Laboratory automation to augment the Embryologist

Santiago Munne

Tuesday 20th February, 16:00 – 16:45

There is big variability in success rates between IVF centres due to methods and skill levels varying centre to centre, operator to operator. Most of the processes performed in the IVF centre are still manual. This variability precludes optimization, results in medical errors, and siloed (in centres) useless data sets for big data analysis.

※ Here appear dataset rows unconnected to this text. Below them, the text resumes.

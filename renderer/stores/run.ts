import { defineStore } from 'pinia';
import { computed, ref, shallowRef, watch } from 'vue';
import type { Desk, Followed, SizeEnd, SizeUpdate } from '../../main/contract.js';
import type { Candidate, Report } from '../../src/report/report.js';
import type { OwnPoint } from '../../src/sizing/dominance.js';
import { shownFront, type ShownFront } from '../job/shownFront.js';
import { shownResults, type Results } from '../job/shownResults.js';
import { useJob, type Sound } from './job.js';

/** How long an edit waits for the next one, ms. */
export const EDIT_WAIT = 150;
/** How long old results stay at full strength while new ones are awaited, ms. */
export const STALE_AFTER = 300;

/** idle: nothing asked yet; waiting: an edit waits for the next one; the rest as they say. */
export type RunStatus = 'idle' | 'waiting' | 'running' | 'done' | 'stopped' | 'failed';

export interface RunProgress {
  readonly done: number;
  readonly of: number;
  /** name of the material being sized */
  readonly material: string;
}

/**
 * Sizes the job anew after each sound edit, and keeps what came of it. A later run takes the place of the one in
 * flight; what an overtaken run still says is not heard.
 */
export const useRun = defineStore('run', () => {
  const job = useJob();
  const status = ref<RunStatus>('idle');
  const progress = shallowRef<RunProgress | null>(null);
  const elapsed = ref<number | null>(null);
  const sentence = ref<string | null>(null);
  const slow = ref(false);
  const report = shallowRef<Report | null>(null);
  const sized = shallowRef<Sound | null>(null);
  const asked = shallowRef<Sound | null>(null);
  const partial = shallowRef<readonly Candidate[]>([]);
  const fronts = shallowRef<ReadonlyMap<string, readonly OwnPoint[]>>(new Map());

  let desk: Desk | null = null;
  let followed: Followed<SizeEnd> | null = null;
  let latest = 0;
  let begun = 0;
  let waiting: ReturnType<typeof setTimeout> | undefined;
  let slowing: ReturnType<typeof setTimeout> | undefined;

  const outdated = computed(() => sized.value !== job.lastSound);
  const stale = computed(
    () => outdated.value && (slow.value || status.value === 'stopped' || status.value === 'failed'),
  );
  /** whether what has come of the run in flight is shown, and not the last report alone */
  const comingIn = computed(() => stale.value || report.value === null);
  const inFlight = computed(() => (comingIn.value ? (asked.value?.brief.job ?? null) : null));
  const shown = computed<Results | null>(() =>
    shownResults(report.value, comingIn.value ? partial.value : [], inFlight.value),
  );
  const front = computed<ShownFront | null>(() => shownFront(report.value, fronts.value, inFlight.value));

  function forget(): void {
    partial.value = [];
    fronts.value = new Map();
  }

  function hear(update: SizeUpdate): void {
    if (update.kind === 'progress') progress.value = { done: update.done, of: update.of, material: update.material };
    else if (update.kind === 'candidate') partial.value = [...partial.value, update.candidate];
    else if (update.kind === 'front') fronts.value = new Map(fronts.value).set(update.material, update.points);
    else {
      sentence.value = update.reason;
      forget();
    }
  }

  function settle(next: RunStatus, why: string | null): void {
    clearTimeout(slowing);
    followed = null;
    slow.value = false;
    progress.value = null;
    status.value = next;
    if (why !== null) sentence.value = why;
  }

  function take(end: SizeEnd): void {
    if (end.kind === 'report') {
      elapsed.value = (performance.now() - begun) / 1000;
      report.value = end.report;
      sized.value = asked.value;
      forget();
      settle('done', null);
    } else if (end.kind === 'refused') settle('failed', end.problems[0]?.message ?? 'The job was refused.');
    else if (end.kind === 'failed') settle('failed', end.sentence);
    else settle('stopped', null);
  }

  /** Follows a run; of one that was overtaken nothing more is heard, not even its end. */
  async function follow(from: Desk, sound: Sound): Promise<void> {
    const number = (latest += 1);
    const run = from.follow('size', { job: sound.document }, (update) => {
      if (number === latest) hear(update);
    });
    followed = run;
    const end = await run.done.catch((error: unknown): SizeEnd => ({ kind: 'failed', sentence: said(error) }));
    if (number === latest) take(end);
  }

  /** Sizes the last sound document at once. */
  function start(): void {
    clearTimeout(waiting);
    if (desk === null || job.lastSound === null) return;
    asked.value = job.lastSound;
    status.value = 'running';
    progress.value = null;
    forget();
    sentence.value = null;
    begun = performance.now();
    clearTimeout(slowing);
    slowing = setTimeout(() => (slow.value = true), STALE_AFTER);
    void follow(desk, job.lastSound);
  }

  watch(
    () => job.lastSound,
    () => {
      clearTimeout(waiting);
      if (status.value !== 'running') status.value = 'waiting';
      waiting = setTimeout(start, EDIT_WAIT);
    },
    { flush: 'sync' },
  );

  return {
    status,
    /** how far the run in flight is; null where none has said */
    progress,
    /** how long the last finished run took, s */
    elapsed,
    /** why the last run failed, or that the work had to be begun anew; null where all went well */
    sentence,
    /** the run in flight has taken longer than STALE_AFTER */
    slow,
    /** the last whole report */
    report,
    /** the results shown are not those of the job as it stands, and will not be in a moment: show them weak */
    stale,
    /** what the stations show: the report, or what has come of the run so far with old results in between */
    shown,
    /** every material's front, as far as it is known; null before there is a job */
    front,
    /** Takes the desk that sizes, and sizes what there is. */
    connect(from: Desk): void {
      desk = from;
      start();
    },
    start,
    /** Ends the run in flight; what it has found so far stays. */
    stop(): void {
      followed?.stop();
    },
  };
});

function said(error: unknown): string {
  return error instanceof Error ? error.message : 'The desk gave no answer.';
}
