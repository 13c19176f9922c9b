import { defineStore } from 'pinia';
import { ref } from 'vue';
import type { UnitSystem } from '../../src/quantity/register.js';

export type Theme = 'paper' | 'blueprint';

/** What the window remembers beside the job. */
export interface RememberedSettings {
  readonly theme: Theme;
  readonly units: UnitSystem;
}

/** How the window shows things: its sheet and its units. */
export const useSettings = defineStore('settings', () => {
  const theme = ref<Theme>('paper');
  const units = ref<UnitSystem>('SI');
  return {
    theme,
    units,
    /** Takes what was remembered. */
    restore(settings: RememberedSettings): void {
      theme.value = settings.theme;
      units.value = settings.units;
    },
  };
});
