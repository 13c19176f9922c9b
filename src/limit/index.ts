import type { Job } from '../job/job.js';
import type { Metal } from '../material/material.js';
import { bore } from './bore.js';
import type { Check, Limit } from './check.js';
import { column } from './column.js';
import { diameterToWall } from './diameter-to-wall.js';
import { outerDiameter } from './outer-diameter.js';
import { shearAllowable } from './shear-allowable.js';
import { shearUltimate } from './shear-ultimate.js';
import { shearYield } from './shear-yield.js';
import { twist } from './twist.js';
import { wallBuckling } from './wall-buckling.js';
import { wallMin } from './wall-min.js';
import { whirl } from './whirl.js';

/** Every limit on a metal tube, in the order in which reports list them. */
export const METAL_LIMITS: readonly Limit[] = [
  shearYield,
  shearUltimate,
  shearAllowable,
  twist,
  wallBuckling,
  column,
  whirl,
  wallMin,
  outerDiameter,
  bore,
  diameterToWall,
];

/** All checks that the job puts on a tube of this metal, limit by limit. */
export function prepareChecks(job: Job, metal: Metal): Check[] {
  return METAL_LIMITS.flatMap((limit) => limit.prepare(job, metal));
}
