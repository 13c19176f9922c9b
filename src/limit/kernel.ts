import type { LimitId } from '../report/report.js';
import type { Box } from '../tube/box.js';
import { MEASURES, type Measure } from '../tube/measure.js';
import type { Section } from '../tube/section.js';
import { Span } from '../tube/span.js';
import type { Check } from './check.js';

/** A limit that passes at U ≤ by, in every load case. */
export interface Eased {
  readonly limit: LimitId;
  readonly by: number;
}

/**
 * The checks of a problem as the search evaluates them, far faster than one by one. Of the checks that are multiples of
 * one measure of the tube only the strictest is kept: whatever passes it passes the others. So the first places belong
 * to the measures, by number, with U = 0 where no check goes by one; the checks that are no such multiples follow. An
 * eased limit is U over its level, so that every place passes at 1.
 */
export class Kernel {
  /** places: the measures and the checks after them */
  readonly count: number;
  /** U of every place over the box last looked at */
  readonly spans: readonly Span[];
  private readonly factors = new Float64Array(MEASURES);
  private readonly others: readonly Check[];
  private readonly scales: Float64Array;

  constructor(checks: readonly Check[], eased?: Eased) {
    const scale = ({ limit }: Check): number => (limit === eased?.limit ? 1 / eased.by : 1);
    for (const check of checks) {
      if (check.proportion === null) continue;
      const { measure, factor } = check.proportion;
      this.factors[measure] = Math.max(this.factors[measure] as number, factor * scale(check));
    }
    this.others = checks.filter(({ proportion }) => proportion === null);
    this.scales = Float64Array.from(this.others, scale);
    this.count = MEASURES + this.others.length;
    this.spans = Array.from({ length: this.count }, () => new Span().homogeneous(0, 0, 0, 0, 0));
  }

  /** The largest U at a point. */
  fullest(at: Section): number {
    const { others, scales } = this;
    let most = at.fullest(this.factors);
    for (let i = 0; i < others.length; i++) {
      most = Math.max(most, (others[i] as Check).utilisation(at) * (scales[i] as number));
    }
    return most;
  }

  /** One place at a point. */
  utilisation(place: number, at: Section): number {
    if (place < MEASURES) return at.multiple(place as Measure, this.factors[place] as number);
    const i = place - MEASURES;
    return (this.others[i] as Check).utilisation(at) * (this.scales[i] as number);
  }

  /** Every place enclosed over a box, into `spans`. */
  bounds(over: Box): void {
    const { others, scales, spans } = this;
    over.multiples(this.factors, spans);
    for (let i = 0; i < others.length; i++) {
      const span = spans[MEASURES + i] as Span;
      (others[i] as Check).bound(over, span);
      if (scales[i] !== 1) span.scaled(span, scales[i] as number);
    }
  }
}
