import { defineStore } from 'pinia';
import { computed, shallowRef, watch } from 'vue';
import type { Desk } from '../../main/contract.js';
import type { DesignCheck } from '../../src/report/report.js';
import { heldEntry, heldName, roundedSizes, type TubeSize } from '../job/held.js';
import { useJob } from './job.js';
import { usePick, type Picked } from './pick.js';
import { useRun } from './run.js';
import { useSettings } from './settings.js';

/** A tube that is tried: none of the job's own, m. */
export interface TriedTube extends TubeSize {
  /** id of a material of the job */
  readonly material: string;
}

/**
 * A tube on trial: shown beside the pick without being it, until it is let go, held, or the brief no longer has its
 * material. The desk checks it; of several that are tried in one breath the last one counts.
 */
export const useTrial = defineStore('trial', () => {
  const job = useJob();
  const run = useRun();
  const pick = usePick();
  const settings = useSettings();
  const tube = shallowRef<TriedTube | null>(null);
  const check = shallowRef<DesignCheck | null>(null);
  let desk: Desk | null = null;
  let latest = 0;

  /** How a tube fares in the last sound brief; null where the desk cannot say. */
  async function checked({ material, outerDiameter, wall }: TriedTube): Promise<DesignCheck | null> {
    const document = job.lastSound?.document;
    if (desk === null || document === undefined) return null;
    const answer = await desk.ask('check', { job: document, material, outerDiameter, wall }).catch(() => null);
    return answer?.kind === 'checked' ? answer.check : null;
  }

  function end(): void {
    latest += 1;
    tube.value = null;
    check.value = null;
  }

  async function attempt(next: TriedTube): Promise<void> {
    const number = (latest += 1);
    tube.value = next;
    const result = await checked(next);
    if (number === latest) check.value = result;
  }

  /** Sizes as short as they can be without another answer: rounded to the passing side, or as they are. */
  async function shortest(own: TriedTube): Promise<TubeSize> {
    const exact = await checked(own);
    for (const size of roundedSizes(own, settings.units)) {
      const rounded = await checked({ ...own, ...size });
      if (rounded !== null && rounded.feasible === exact?.feasible) return size;
    }
    return own;
  }

  /** Takes a tube in hand and makes it the pick: one undoable edit. Nothing while the job is in error. */
  async function hold(own: TriedTube): Promise<void> {
    if (!job.sound) return;
    const before = job.document;
    const size = await shortest(own);
    if (job.document !== before) return;
    const list: readonly unknown[] = Array.isArray(before['hold']) ? before['hold'] : [];
    const name = heldName(size, list, settings.units);
    const entry = heldEntry(name, own.material, size, settings.units);
    job.editAll([
      { path: 'hold', value: [...list, entry] },
      { path: 'pick', value: { held: name } },
    ]);
    end();
  }

  watch(
    () => job.lastSound,
    () => {
      const own = tube.value;
      if (own === null) return;
      const still = job.lastSound?.brief.job.materials.some(({ id }) => id === own.material) === true;
      if (still) void attempt(own);
      else end();
    },
  );

  const shown = computed<Omit<Picked, 'pick'> | null>(() => {
    const material = run.shown?.job.materials.find(({ id }) => id === check.value?.material);
    if (check.value === null || material === undefined) return null;
    return { ...check.value, name: material.name, material, relief: [], noFit: null };
  });

  return {
    /** the tube on trial; null where none is */
    tube: computed(() => tube.value),
    /** how it fares, as the pick is shown; null until the desk has said */
    shown,
    /** whether a tube can be held: not while the job is in error */
    available: computed(() => pick.available),
    /** Takes the desk that checks. */
    connect(from: Desk): void {
      desk = from;
    },
    /** Tries a tube. */
    attempt,
    hold,
    /** Lets the tube go. */
    end,
  };
});
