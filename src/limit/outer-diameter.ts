import type { Limit } from './check.js';
import { AtLeast, AtMost, OUTER_DIAMETER } from './geometric.js';

/** The envelope. */
export const outerDiameter: Limit = {
  id: 'outer-diameter',
  label: 'outer diameter',
  unit: 'm',
  formula: 'U = the larger of D/D_max and D_min/D',
  source: 'The job’s envelope',
  prepare: ({ tube: { outerDiameterMax, outerDiameterMin } }) => [
    ...(outerDiameterMax === null ? [] : [new AtMost('outer-diameter', OUTER_DIAMETER, outerDiameterMax)]),
    ...(outerDiameterMin === null ? [] : [new AtLeast('outer-diameter', OUTER_DIAMETER, outerDiameterMin)]),
  ],
};
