import type { Limit } from './check.js';
import { AtLeast, BORE } from './geometric.js';

/** What must pass through the tube, against its nominal bore D − 2t, m. */
export const bore: Limit = {
  id: 'bore',
  label: 'bore',
  unit: 'm',
  formula: 'U = bore_min/(D − 2t)',
  source: 'The job’s envelope',
  prepare: ({ tube: { boreMin } }) => (boreMin === null ? [] : [new AtLeast('bore', BORE, boreMin)]),
};
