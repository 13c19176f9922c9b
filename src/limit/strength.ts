import { ThrustedBending } from '../buckling/thrust.js';
import type { LoadCase } from '../job/job.js';
import type { Metal } from '../material/material.js';
import type { LimitId } from '../report/report.js';
import type { Box } from '../tube/box.js';
import { MEASURE } from '../tube/measure.js';
import type { Section } from '../tube/section.js';
import { Span } from '../tube/span.js';
import type { Check, Pair, Proportion } from './check.js';

/** What a strength limit compares with: factor n and the allowables in tension and in shear, Pa. */
export interface Strengths {
  readonly factor: number;
  readonly direct: number;
  readonly shear: number;
}

/**
 * Circular interaction of direct stress and shear at the outermost fibre, U = n·√((σ/Ft)² + (τ/Fs)²)/j, with
 * τ = T·ro/J and σ = |N|/A + M*·ro/I. The style of MIL-HDBK-5 §1.5.3 for round tubes; from memory.
 */
export class StrengthCheck implements Check {
  readonly proportion: Proportion | null;
  private readonly torque = Number.NaN;
  private readonly bending: ThrustedBending | null;
  private readonly scale = Number.NaN;
  /** n·T/(j·Fs), m³ */
  private readonly shear = Number.NaN;
  /** n·|N|/(j·Ft), m² */
  private readonly axial = Number.NaN;
  /** n/(j·Ft), 1/Pa */
  private readonly perDirect = Number.NaN;
  private readonly a = new Span();
  private readonly b = new Span();
  private readonly c = new Span();

  constructor(
    readonly limit: LimitId,
    readonly load: number,
    loadCase: LoadCase,
    metal: Metal,
    span: number,
    private readonly strengths: Strengths,
  ) {
    const { factor } = strengths;
    const thrust = factor * Math.max(0, -loadCase.axial);
    this.torque = Math.abs(loadCase.torque);
    this.bending =
      loadCase.bending > 0 ? new ThrustedBending(loadCase.bending, thrust, metal.youngsModulus, span) : null;
    this.scale = factor / metal.jointFactor;
    this.shear = (this.scale * this.torque) / strengths.shear;
    this.perDirect = this.scale / strengths.direct;
    this.axial = this.perDirect * Math.abs(loadCase.axial);
    const pure = this.axial === 0 && this.bending === null;
    this.proportion = pure ? { measure: MEASURE.shearPerTorque, factor: this.shear } : null;
  }

  utilisation(at: Section): number {
    const tau = this.shear * at.shearPerTorque;
    if (this.axial === 0 && this.bending === null) return tau;
    const sigma = this.direct(at);
    return Math.sqrt(sigma * sigma + tau * tau);
  }

  bound(over: Box, out: Span): void {
    const { a, b, c } = this;
    if (this.torque > 0) {
      out.scaled(over.shearPerTorque, this.shear);
      if (this.axial === 0 && this.bending === null) return;
    }
    if (this.axial > 0) a.inverse(over.area, this.axial);
    if (this.bending !== null) {
      b.scaled(over.shearPerTorque, 2 * this.perDirect);
      b.product(b, this.bending.momentOver(over, c));
      if (this.axial > 0) a.sum(a, b);
      else a.copy(b);
    }
    if (this.torque > 0) out.hypotenuse(out, a);
    else out.copy(a);
  }

  pair(at: Section): Pair {
    const demand = (this.scale * this.torque * at.outerRadius) / at.polarMoment;
    return { demand, capacity: this.strengths.shear, interaction: this.axial > 0 || this.bending !== null };
  }

  /** n·σ/(j·Ft); M*·ro/I is twice M*·ro/J */
  private direct(at: Section): number {
    const axial = this.axial / at.area;
    if (this.bending === null) return axial;
    return axial + 2 * this.perDirect * this.bending.moment(at) * at.shearPerTorque;
  }
}

/** One strength check for every load case that loads the wall at all. */
export function strengthChecks(
  limit: LimitId,
  loads: readonly LoadCase[],
  metal: Metal,
  span: number,
  strengths: (load: LoadCase) => Strengths,
): StrengthCheck[] {
  return loads.flatMap((load, index) =>
    load.torque === 0 && load.axial === 0 && load.bending === 0
      ? []
      : [new StrengthCheck(limit, index, load, metal, span, strengths(load))],
  );
}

Automation will provide repeatable and similar results centre to centre (so networks can offer a consistent product); It will augment the capacity of skilled labour, of which there is a worldwide shortage, and reduce labour cost facilitating access to infertility treatment; with machines sharing information it will provide infinite data to make better medical decisions instead of the experience of a single physician or group; and it will provide platforms with a constant baseline of unbiased results from where to innovate faster.

Most of the required innovations are coming from start up companies developing products to automatize the IVF laboratory or patient management and I will review some of their developing products.

Converting stem cells to germ cells

Sherman Silber

Tuesday 19th March, 16:00 – 16:45

This talk will review our results with in vitro oogenesis from somatic cells.  This in vitro oogenesis from skin biopsy cells has given us a better understanding of ovarian longevity and primordial follicle recruitment in humans.  We have found that primordial follicle recruitment is triggered by tissue pressure gradients in the ovary cortex and medulla.  Increased extracellular matrix tissue pressure ( density ) holds the primordial follicle in meiotic arrest, preventing recruitment, and preventing all the germ cells from going through meiosis at once and depleting the ovary rapidly of all oocytes.  Therefore recruitment occurs first in the least dense inner tissue of the ovarian cortical medullary junction.  Ovary cortex transplantation results in a rapid over recruitment of primordial follicles because of the sudden decrease in tissue pressure.  Pregnancy with increased pressure on the ovary from the expanding uterus also shuts off primordial follicle recruitment and stabilizes the otherwise relentless decline with age of AMH levels.  Removing primordial follicles from their tissue matrix results in recruitment.  Artificially produced oocytes from stem cells immediately undergo meiosis and degenerate after no fertilization, just like in vivo. However, incubating these artificially produced oocytes in high pressure incubators arrests them in meiosis.  When they are removed from the high pressure incubator and placed in an incubator with normal atmospheric pressure results in immediate resumption of meiosis.

Our studies of in vitro oogenesis in humans so far is only producing normal primordial germ cells.  In order to progress to oocytes, as has been successfully done in the mouse resulting in healthy baby mice from their mother’s tail cells, requires incubation of the PGCs in fetal granulose cells.  Therefore we have a way to go to apply this technology for clinical human use.  However, it does have immediate benefit for human clinical use in IVM ( in vitro maturation ).  There are three distinct phases to oocyte development both in vitro and in vivo.  IVD ( in vitro differentiation ) is the initial phase from early oocyte recruitment which is the longest, and is completely insensitive to gonadotropin, and regulated only by pressure and a small number of core genes.  IVG is the gonadotropin sensitive phase, which can be 7-12 days in which the GV oocyte becomes meiotically competent.  It is the same length in mice as in humans.  It is dependent on continuous exposure to FSH and LH.  Finally there is the IVM phase
(in vitro maturation) which is just on to two days and is triggered by high concentration of LH or HCG, and converts the GV oocyte to metaphase 2.  What we discovered is that every oocyte in the ovary has been exposed to IVD and IVG in vivo already.  Therefore simple exposure to high concentration of HCG or LH will allow those retrieved oocytes to become M2 oocytes in culture with HCG and FSH.